"A child's learning is the function more of the characteristics of his classmates than those of the teacher." James Coleman, 1972

Thursday, July 26, 2018

Proposed Borrower Defense Rule Shortchanges Defrauded Students, Ends Accountability for For-Profit Colleges

    
For Immediate Release
July 25, 2018 
Proposed Borrower Defense Rule Shortchanges Defrauded Students, Ends Accountability for For-Profit Colleges
WASHINGTON, D.C. – Today, the U.S. Department of Education released a draft proposal to overhaul the Obama Administration’s Borrower Defense to Repaymentrule. The revision would alter how students secure loan forgiveness when institutions fail to deliver promised requisite skills and knowledge. Under the new proposal, student borrowers would qualify for corrective action only when they could document institutional misrepresentations related to the program of study. Further, borrowers would be required to prove that institutional misrepresentations were made with knowledge, intent or a reckless disregard for the truth. The draft also further insulates bad institutional actors from accountability—making it harder for defrauded students to gain relief and taxpayers to recoup the losses caused by the abusive behavior. 

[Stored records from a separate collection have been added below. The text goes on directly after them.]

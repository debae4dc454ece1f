//! Diode and Zener: exponential junction (Shockley 1949) with series resistance; breakdown as an exponential of its own.

use serde::{Deserialize, Serialize};

use super::{REFERENCE_TEMPERATURE, exponential, growth, leakage, saturation_growth, thermal_voltage};
use crate::numeric;

/// Breakdown voltage (V) below which no temperature takes a junction.
const LEAST_BREAKDOWN: f64 = 0.1;

/// Parameters at the reference temperature. `breakdown_voltage` is infinite for a plain diode.
#[derive(Clone, Copy, PartialEq, Debug, Serialize, Deserialize)]
pub struct Diode {
    /// Saturation current (A) and emission coefficient of the junction.
    pub saturation_current: f64,
    pub emission_coefficient: f64,
    /// Series resistance (Ω).
    pub series_resistance: f64,
    /// Reverse leakage beyond the saturation current (A), its e-fold in kelvin.
    pub leakage: f64,
    pub leakage_e_fold: f64,
    /// Zener voltage (V) at `breakdown_current` (A), its dynamic resistance there is `breakdown_slope / breakdown_current`.
    #[serde(deserialize_with = "super::maybe_infinite")]
    pub breakdown_voltage: f64,
    pub breakdown_current: f64,
    /// Voltage (V) that multiplies the breakdown current by e.
    pub breakdown_slope: f64,
    /// Temperature coefficient of the breakdown voltage (V/K).
    pub breakdown_coefficient: f64,
    pub energy_gap: f64,
    pub saturation_exponent: f64,
}

/// The equations at one junction temperature.
#[derive(Clone, Copy, PartialEq, Debug)]
pub struct AtTemperature {
    pub parameters: Diode,
    pub thermal_voltage: f64,
    /// e^(-V_Z / slope): the breakdown exponential at zero bias.
    broken_at_zero: f64,
}

impl Diode {
    /// Applies the temperature laws at junction temperature `t_j` (K).
    pub fn at(&self, t_j: f64) -> AtTemperature {
        let grown = saturation_growth(self.energy_gap, self.saturation_exponent, t_j);
        let rise = t_j - REFERENCE_TEMPERATURE;
        let breakdown_voltage =
            (self.breakdown_voltage + self.breakdown_coefficient * rise).max(LEAST_BREAKDOWN);
        // At zero bias the exponential has not quite vanished; what is left of it there is taken away everywhere.
        let (broken_at_zero, _) = exponential(-breakdown_voltage / self.breakdown_slope);
        AtTemperature {
            thermal_voltage: thermal_voltage(t_j),
            broken_at_zero,
            parameters: Diode {
                saturation_current: self.saturation_current * numeric::exp(grown / self.emission_coefficient),
                leakage: self.leakage * numeric::exp(rise / self.leakage_e_fold),
                breakdown_voltage,
                ..*self
            },
        }
    }
}

impl AtTemperature {
    /// Current (A) from anode to cathode through the junction at `v` (V, series resistance outside) and its derivative.
    ///
    /// Zero at zero bias, of the sign of `v` elsewhere, its derivative nowhere negative; finite at any finite `v`.
    pub fn current(&self, v: f64) -> (f64, f64) {
        let p = &self.parameters;
        let n_vt = p.emission_coefficient * self.thermal_voltage;
        let (grown, slope) = growth(v / n_vt);
        let mut i = p.saturation_current * grown;
        let mut g = p.saturation_current * slope / n_vt;
        let (leaked, d_leaked) = leakage(p.leakage, v, self.thermal_voltage);
        i += leaked;
        g += d_leaked;
        if p.breakdown_voltage.is_finite() {
            let scale = p.breakdown_current / (1.0 - self.broken_at_zero);
            let (broken, slope) = exponential((-v - p.breakdown_voltage) / p.breakdown_slope);
            i -= scale * (broken - self.broken_at_zero);
            g += scale * slope / p.breakdown_slope;
        }
        (i, g)
    }
}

If finalized, the rule will take effect July 2019. 
In response, Ashley Harrington, a Policy Counsel with the Center for Responsible Lending Counsel released the following statement: 
“This proposed draft reads more like a roadmap for institutions seeking to abuse students and avoid accountability and transparency rather than a plan to protect students and taxpayers. It ignores the pleas of more than 100,000 students, consumers, and taxpayers, as well as 31 state attorneys general who directly urged Secretary DeVos to stop shielding institutions and private companies.
“Under this rule, the Department goes further than any proposal discussed at negotiated rulemaking, proposing that relief be limited to borrowers in default in addition to very limited access to relief. A better solution to this growing financial burden would be preventing as many defaults as possible and holding institutions to a higher standard. Millions of consumers and billions of taxpayer dollars are at stake. Early and effective intervention would spare borrowers the multiple ramifications of loan default, particularly to their credit scores and resulting higher costs for future credit.

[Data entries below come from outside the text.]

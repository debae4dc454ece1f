//! Diode and Zener: exponential junction with series resistance; breakdown as an exponential of its own.

use serde::{Deserialize, Serialize};

use super::{REFERENCE_TEMPERATURE, thermal_voltage};

/// Parameters at the reference temperature. `breakdown_voltage` is infinite for a plain diode.
#[derive(Clone, Copy, PartialEq, Debug, Serialize, Deserialize)]
pub struct Diode {
    /// Saturation current (A) and emission coefficient of the junction.
    pub saturation_current: f64,
    pub emission_coefficient: f64,
    /// Series resistance (Ω).
    pub series_resistance: f64,
    /// Reverse leakage beyond the saturation current (A), its e-fold in kelvin.
    pub leakage: f64,
    pub leakage_e_fold: f64,
    /// Zener voltage (V) at `breakdown_current` (A), its dynamic resistance there is `breakdown_slope / breakdown_current`.
    #[serde(deserialize_with = "super::maybe_infinite")]
    pub breakdown_voltage: f64,
    pub breakdown_current: f64,
    /// Voltage (V) that multiplies the breakdown current by e.
    pub breakdown_slope: f64,
    /// Temperature coefficient of the breakdown voltage (V/K).
    pub breakdown_coefficient: f64,
    pub energy_gap: f64,
    pub saturation_exponent: f64,
}

/// The equations at one junction temperature.
#[derive(Clone, Copy, PartialEq, Debug)]
pub struct AtTemperature {
    pub parameters: Diode,
    pub thermal_voltage: f64,
}

impl Diode {
    /// Applies the temperature laws at junction temperature `t_j` (K).
    pub fn at(&self, t_j: f64) -> AtTemperature {
        let ratio = t_j / REFERENCE_TEMPERATURE;
        let gap = self.energy_gap / thermal_voltage(t_j) * (ratio - 1.0);
        let growth = (self.saturation_exponent * libm::log(ratio) + gap) / self.emission_coefficient;
        AtTemperature {
            thermal_voltage: thermal_voltage(t_j),
            parameters: Diode {
                saturation_current: self.saturation_current * libm::exp(growth),
                leakage: self.leakage * libm::exp((t_j - REFERENCE_TEMPERATURE) / self.leakage_e_fold),
                breakdown_voltage: self.breakdown_voltage
                    + self.breakdown_coefficient * (t_j - REFERENCE_TEMPERATURE),
                ..*self
            },
        }
    }
}

impl AtTemperature {
    /// Current (A) from anode to cathode through the junction at `v` (V, series resistance outside) and its derivative.
    pub fn current(&self, v: f64) -> (f64, f64) {
        let p = &self.parameters;
        let n_vt = p.emission_coefficient * self.thermal_voltage;
        let grown = libm::exp(v / n_vt);
        let mut i = p.saturation_current * (grown - 1.0);
        let mut g = p.saturation_current * grown / n_vt;
        if p.leakage > 0.0 && v < 0.0 {
            let left = libm::exp(v / self.thermal_voltage);
            i -= p.leakage * (1.0 - left) * (1.0 - left);
            g += 2.0 * p.leakage * (1.0 - left) * left / self.thermal_voltage;
        }
        if p.breakdown_voltage.is_finite() {
            let broken = p.breakdown_current * libm::exp((-v - p.breakdown_voltage) / p.breakdown_slope);
            i -= broken;
            g += broken / p.breakdown_slope;
        }
        (i, g)
    }
}
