fn environment(met: BTreeMap<String, bool>) -> Environment<'static> {
    let mut environment = Environment::empty();
    environment.set_fuel(Some(FUEL));
    environment.add_function("met", move |label: String| match met.get(&label) {
        Some(met) => Ok(*met),
        None => refuse("there is no such criterion"),
    });
    environment.add_function("worst", |label: String| {
        Value::from_object(Reading { asked: Asked::Worst { label }, print: Print::default() })
    });
    environment.add_function("min", |value: Value| with_end(value, End::Min));
    environment.add_function("max", |value: Value| with_end(value, End::Max));
    environment.add_function("nominal", |value: Value| with_end(value, End::Nominal));
    environment.add_function("at", |wanted: String, value: Value| {
        let mut reading = reading(&value)?;
        match &mut reading.asked {
            Asked::Symbol { condition, .. } => *condition = Some(wanted),
            Asked::Worst { .. } => return refuse("a criterion names its own conditions"),
        }
        Ok(Value::from_object(reading))
    });
    environment.add_filter("unit", |value: Value, unit: String, digits: Option<u64>| {
        let mut reading = reading(&value)?;
        reading.print.unit = Some(unit);
        with_digits(reading, digits)
    });
    environment.add_filter("digits", |value: Value, digits: u64| with_digits(reading(&value)?, Some(digits)));
    environment
}

/// Evaluates one recall: the text or the printed value that stands in its place.
///
/// # Errors
/// A name, criterion or unit that `lookup` refuses, or an expression that comes to neither a text nor a value.
pub fn evaluate(recall: &Recall, lookup: &dyn Lookup) -> Result<Vec<Inline>, Diagnostic> {
    let mut met = BTreeMap::new();
    for label in &recall.criteria {
        let verdict = lookup.met(&label.value).ok_or_else(|| {
            Diagnostic::error(&label.place, format!("there is no criterion `{}`", label.value))
        })?;
        met.insert(label.value.clone(), verdict);
    }
    let environment = environment(met);
    let (expression, names) = rewrite(&recall.source);
    let variables: BTreeMap<String, Value> = names
        .into_iter()
        .enumerate()
        .map(|(index, name)| {
            let asked = Asked::Symbol { name, condition: None, end: End::Nominal };
            (format!("v{index}"), Value::from_object(Reading { asked, print: Print::default() }))
        })
        .collect();
    let value = environment
        .compile_expression(&expression)
        .and_then(|compiled| compiled.eval(variables))
        .map_err(|error| syntax(&recall.place, &error))?;
    if let Some(reading) = value.downcast_object_ref::<Reading>() {
        return lookup
            .print(&reading.asked, &reading.print)
            .map_err(|message| Diagnostic::error(&recall.place, message));
    }
    match value.as_str() {
        // A choice without `else` says nothing otherwise.
        None if value.is_undefined() => Ok(Vec::new()),
        Some(text) => Ok(vec![Inline::Text { text: text.to_owned() }]),
        None => Err(Diagnostic::error(&recall.place, "this recall comes to neither a text nor a value")
            .expected("a name, or a choice of words with `if ... else ...`")),
    }
}
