//! Transistor, diode and Zener equations: currents and their derivatives over junction voltages and temperature.
//!
//! All equations are written for an NPN transistor; the solver turns signs for PNP. SI units, temperatures in kelvin.

pub mod diode;
pub mod transistor;

/// Elementary charge in coulomb (exact; CODATA 2022, SI 2019).
pub const ELEMENTARY_CHARGE: f64 = 1.602_176_634e-19;
/// Boltzmann constant in joule per kelvin (exact; CODATA 2022, SI 2019).
pub const BOLTZMANN: f64 = 1.380_649e-23;
/// The temperature at which model parameters are stated: 25 °C in kelvin.
pub const REFERENCE_TEMPERATURE: f64 = 298.15;

/// Thermal voltage kT/q in volt.
pub fn thermal_voltage(temperature: f64) -> f64 {
    BOLTZMANN * temperature / ELEMENTARY_CHARGE
}

/// Reads a parameter that is infinite where its effect is switched off; JSON has no infinity and writes `null`.
fn maybe_infinite<'de, D: serde::Deserializer<'de>>(deserializer: D) -> Result<f64, D::Error> {
    use serde::Deserialize;
    Ok(Option::<f64>::deserialize(deserializer)?.unwrap_or(f64::INFINITY))
}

“The previous Borrower Defense rule was created to protect students and taxpayers from deceptive practices like that of ITT Tech and Corinthian Colleges that abruptly closed their doors after widespread abuses put them on the brink of bankruptcy and jeopardized the futures of thousands of students. This proposal shortchanges borrowers and will only inflate the growing $1.5 billion student loan debt crisis.”